1. Vorbereitung des Kulturmediums und Gerichte
- Fügen Sie um grundlegende Kulturmedium vorzubereiten, fetalen bovine Serum (FBS, 5 % V/V), FSH (100 mIU/mL), LH (10 mU/mL) und Penicillin-Streptomycin (Penicillin, 100 U/mL; Streptomycin, 100 mg/mL), minimale wesentliche mittlere Alpha (MEM-Alpha) und mischen in 50 mL Röhrchen.

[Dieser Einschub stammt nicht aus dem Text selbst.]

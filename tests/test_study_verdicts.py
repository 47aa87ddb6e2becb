"""The verdict calibration study (``scripts/study_verdicts.py``): its statistics, generator, truth and a tiny run.

Outside references:

* Wilson's score interval (E. B. Wilson, "Probable inference, the law of
  succession, and statistical inference", JASA 22:209-212, 1927): a value worked
  by hand below, and scipy's ``binomtest(...).proportion_ci(method="wilson")``;
* Spearman's rank correlation from ``scipy.stats.spearmanr`` for the dependent pair;
* the closed form of Friedman and Popescu's H for a product of independent
  uniforms (Friedman & Popescu 2008, eq. 44), derived below;
* the libraries' own fits (XGBoost, LightGBM) in the end-to-end run, whose
  verdicts are checked against the truth the generator planted.
"""

from __future__ import annotations

import itertools
import json
import math
from argparse import Namespace
from pathlib import Path

import numpy as np
import pandas as pd
import pytest
from script_module import loaded

ROOT = Path(__file__).resolve().parent.parent


@pytest.fixture(scope="module")
def study():
    yield from loaded("study_verdicts")


# --------------------------------------------------------------------- Wilson's interval
def test_wilson_interval_matches_the_worked_value(study):
    # 8 successes in 10 trials at 95% (z = 1.959964, z^2 = 3.841459), Wilson (1927):
    #   p = 0.8, 1 + z^2/n = 1.3841459
    #   centre = (p + z^2/2n) / (1 + z^2/n) = (0.8 + 0.1920729) / 1.3841459 = 0.7167402
    #   half   = z / (1 + z^2/n) * sqrt(p(1-p)/n + z^2/4n^2)
    #          = 1.4160010 * sqrt(0.016 + 0.0096036) = 1.4160010 * 0.1600114 = 0.2265777
    #   interval = [0.4901625, 0.9433178]
    low, high = study.wilson_interval(8, 10)
    assert low == pytest.approx(0.4901625, abs=2e-7)
    assert high == pytest.approx(0.9433178, abs=2e-7)
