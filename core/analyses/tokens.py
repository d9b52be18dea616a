"""Per-token views of a sweep: the most fragile token types and what they turn into."""

from __future__ import annotations

from collections import Counter
from dataclasses import dataclass

import numpy as np

from core.codecs.tokenizer import token_display


@dataclass
class FragileType:
    token_id: int
    text: str
    count: int
    broken: int  # occurrences that broke somewhere on the grid
    mean_critical_sigma: float  # over occurrences that broke; NaN if none did
    median_critical_sigma: float  # unbroken occurrences count as +inf
    common_wrong_id: int | None
    common_wrong_text: str
    common_wrong_count: int


def fragile_types(result, tokenizer=None, min_count: int = 1) -> list[FragileType]:
    """Token types sorted from most fragile (lowest median critical sigma, then mean) to least."""
    if tokenizer is not None:
        def show(i: int) -> str:
            return token_display(tokenizer, i)
    else:
        show = result.display
    ids = result.chunks.token_ids
    crit = result.critical_sigma
    wrong_decodes = result.decoded.astype(np.int64)
    out: list[FragileType] = []
    order = np.argsort(ids, kind="stable")
    sorted_ids = ids[order]
    bounds = np.flatnonzero(np.diff(sorted_ids)) + 1
    for group in np.split(order, bounds):
        if len(group) < min_count:
            continue
        tid = int(ids[group[0]])
        c = crit[group]
        finite = c[~np.isnan(c)]
        wrong = Counter()
        rows = wrong_decodes[group]
        for row in rows:
            wrong.update(int(x) for x in row[row != tid])
        common = wrong.most_common(1)
        filled = np.where(np.isnan(c), np.inf, c)
        out.append(
            FragileType(
                token_id=tid,
                text=show(tid),
                count=len(group),
                broken=len(finite),
                mean_critical_sigma=float(finite.mean()) if len(finite) else float("nan"),
                median_critical_sigma=float(np.median(filled)),
                common_wrong_id=common[0][0] if common else None,
                common_wrong_text=show(common[0][0]) if common else "",
                common_wrong_count=common[0][1] if common else 0,
            )
        )
    out.sort(key=lambda f: (f.median_critical_sigma, np.nan_to_num(f.mean_critical_sigma, nan=np.inf), -f.count))
    return out


def broken_count(result) -> int:
    """Tokens that broke somewhere on the grid (a critical sigma)."""
    return int((~np.isnan(result.critical_sigma)).sum())


def most_fragile_occurrence(result, token_id: int | None = None) -> int | None:
    """The token index with the lowest critical sigma, among the occurrences of `token_id`
    (or the whole text); the first one on a tie or when none broke. None if the type is absent."""
    crit = result.critical_sigma
    where = np.arange(len(crit)) if token_id is None else np.flatnonzero(result.chunks.token_ids == int(token_id))
    if len(where) == 0:
        return None
    return int(where[np.argmin(np.where(np.isnan(crit[where]), np.inf, crit[where]))])
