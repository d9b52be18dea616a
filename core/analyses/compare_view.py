"""The compare view's text: two checkpoints' decodes at one sigma side by side, each token
marked only-A-right, only-B-right or both-wrong (Qt-free; the workbench only paints it)."""

from __future__ import annotations

from dataclasses import dataclass

import numpy as np

from core.analyses.compare import ALPHA, Comparison, PairedComparison, unit_correctness
from core.analyses.views import token_layout
from core.engine.sweep import SweepResult

ONLY_A, ONLY_B, BOTH = 1, 2, 3  # 0: both right


@dataclass
class SidePane:
    text: str  # the text as this checkpoint decoded it (right tokens keep their characters)
    spans: np.ndarray  # [T, 2] each token's characters in `text`
    levels: np.ndarray  # [T] 0, ONLY_A, ONLY_B or BOTH
    correct: np.ndarray  # [T] bool, this checkpoint at this sigma (repeat 0)

    @property
    def wrong(self) -> int:
        return int((~self.correct).sum())


@dataclass
class SideBySide:
    sigma_index: int
    pair_index: int
    unit: str
    a: SidePane
    b: SidePane

    def marked_counts(self) -> tuple[int, int]:
        """How many tokens A's pane marks only-A-right and only-B-right."""
        return int((self.a.levels == ONLY_A).sum()), int((self.a.levels == ONLY_B).sum())


def unit_levels(correct_a: np.ndarray, correct_b: np.ndarray) -> np.ndarray:
    """Per compared unit (token or character): 0, ONLY_A, ONLY_B or BOTH (wrong)."""
    levels = np.zeros(len(correct_a), dtype=np.int8)
    levels[correct_a & ~correct_b] = ONLY_A
    levels[~correct_a & correct_b] = ONLY_B
    levels[~correct_a & ~correct_b] = BOTH
    return levels


def token_levels(levels: np.ndarray, result: SweepResult, unit: str) -> np.ndarray:
    """Marks on one checkpoint's tokens: the unit's own mark, or for characters the strongest
    mark among the characters the token holds (only-A, then only-B, then both)."""
    if unit == "token":
        return levels.astype(np.int8)
    spans = result.chunks.spans
    n = len(levels)
    out = np.zeros(len(spans), dtype=np.int8)
    starts, ends = spans[:, 0].astype(np.int64), spans[:, 1].astype(np.int64)
    empty = ends <= starts
    probe_start = np.where(empty, np.minimum(starts, max(n - 1, 0)), starts)
    probe_end = np.where(empty, np.minimum(starts, max(n - 1, 0)) + 1, ends)
    for mark in (BOTH, ONLY_B, ONLY_A):  # later marks win
        has = np.concatenate([[0], np.cumsum(levels == mark)])
        hit = has[np.minimum(probe_end, n)] - has[np.minimum(probe_start, n)] > 0
        out[hit] = mark
    return out


def side_pane(result: SweepResult, sigma_index: int, levels: np.ndarray) -> SidePane:
    correct = unit_correctness(result, sigma_index, "token")
    layout = token_layout(result.chunks.text, result.chunks.spans, result.decoded[:, sigma_index], correct,
                          result.display)
    return SidePane(layout.text, layout.spans, levels, correct)


def side_by_side(a: SweepResult, b: SweepResult, sigma_index: int, pair_index: int, unit: str) -> SideBySide:
    levels = unit_levels(unit_correctness(a, sigma_index, unit), unit_correctness(b, sigma_index, unit))
    return SideBySide(sigma_index, pair_index, unit,
                      side_pane(a, sigma_index, token_levels(levels, a, unit)),
                      side_pane(b, sigma_index, token_levels(levels, b, unit)))


def comparison_side_by_side(comparison: Comparison, sigma_index: int, pair_index: int) -> SideBySide:
    """A (the reference) and the pair's B at one sigma of the main noise."""
    main = comparison.main_sweeps()
    return side_by_side(main[0], main[pair_index + 1], sigma_index, pair_index, comparison.paired[pair_index].unit)


def first_sigma_to_show(pair: PairedComparison | None, alpha: float = ALPHA) -> int:
    """Where the text view opens: the first sigma at which A and B differ significantly, else
    the one where they disagree on the most units."""
    rows = pair.rows if pair is not None else []
    significant = [i for i, r in enumerate(rows) if r.pvalue < alpha]
    if significant:
        return significant[0]
    return int(np.argmax([r.a_only + r.b_only for r in rows])) if rows else 0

Hinweis: Gesamtvolumen der erforderlichen Nährmedien variieren zwischen Experimente, aber 1 mL Kulturmedium ist in der Regel ausreichend für 3,5 cm Glasboden Kultur Gerichte. - Gießen Sie 1 mL Aliquote gemischte Kulturmedium in 3,5 cm Glasboden Kultur Gerichte und Gerichte eingelassen Sie statt 30 mm Zelle Kultur Einsätze. Wärmen Sie vor, Medien und Gerichte in einem Inkubator (5 % CO2 und 37 ° C).
2. Vorbereitung von Eierstockgewebe
- Pre-warme Phosphat gepufferte Kochsalzlösung (PBS) (−) und MEM-Alpha mit 5 % FBS, 100 U/mL Penicillin und 100 mg/mL Streptomycin im Inkubator (5 % CO2 und 37 ° C).
Hinweis: Etwa 3 mL Aliquote von PBS (−) pro Eierstock sind ausreichend für den Einsatz im Eierstock Sezierungen, und 1 mL Aliquots der MEM-Alpha sind ausreichend für die vorübergehende Speicherung einzelner Eierstöcke in 3,5 cm Gerichte. -
Verbrauchsteuern Sie Eierstöcke aus 4 - Wochen alten weiblichen ICR (benannt nach dem Institute of Cancer Research) Mäusen und trimmen Sie das Gewebe um den Eierstock mit Schere und Pinzette stereoskopische Mikroskop zu. Reservieren Sie die entfernten Eierstöcken in Kulturmedium (siehe Punkt 2.1) bis zur Verwendung.
- Statt einzelne Eierstöcke auf Filterpapier befeuchtet mit vorgewärmt PBS (−) (siehe Punkt 2.1) und in Scheiben schneiden in 4 Stücke, die mit einem Mikrotom Klinge unter dem stereoskopische Mikroskop.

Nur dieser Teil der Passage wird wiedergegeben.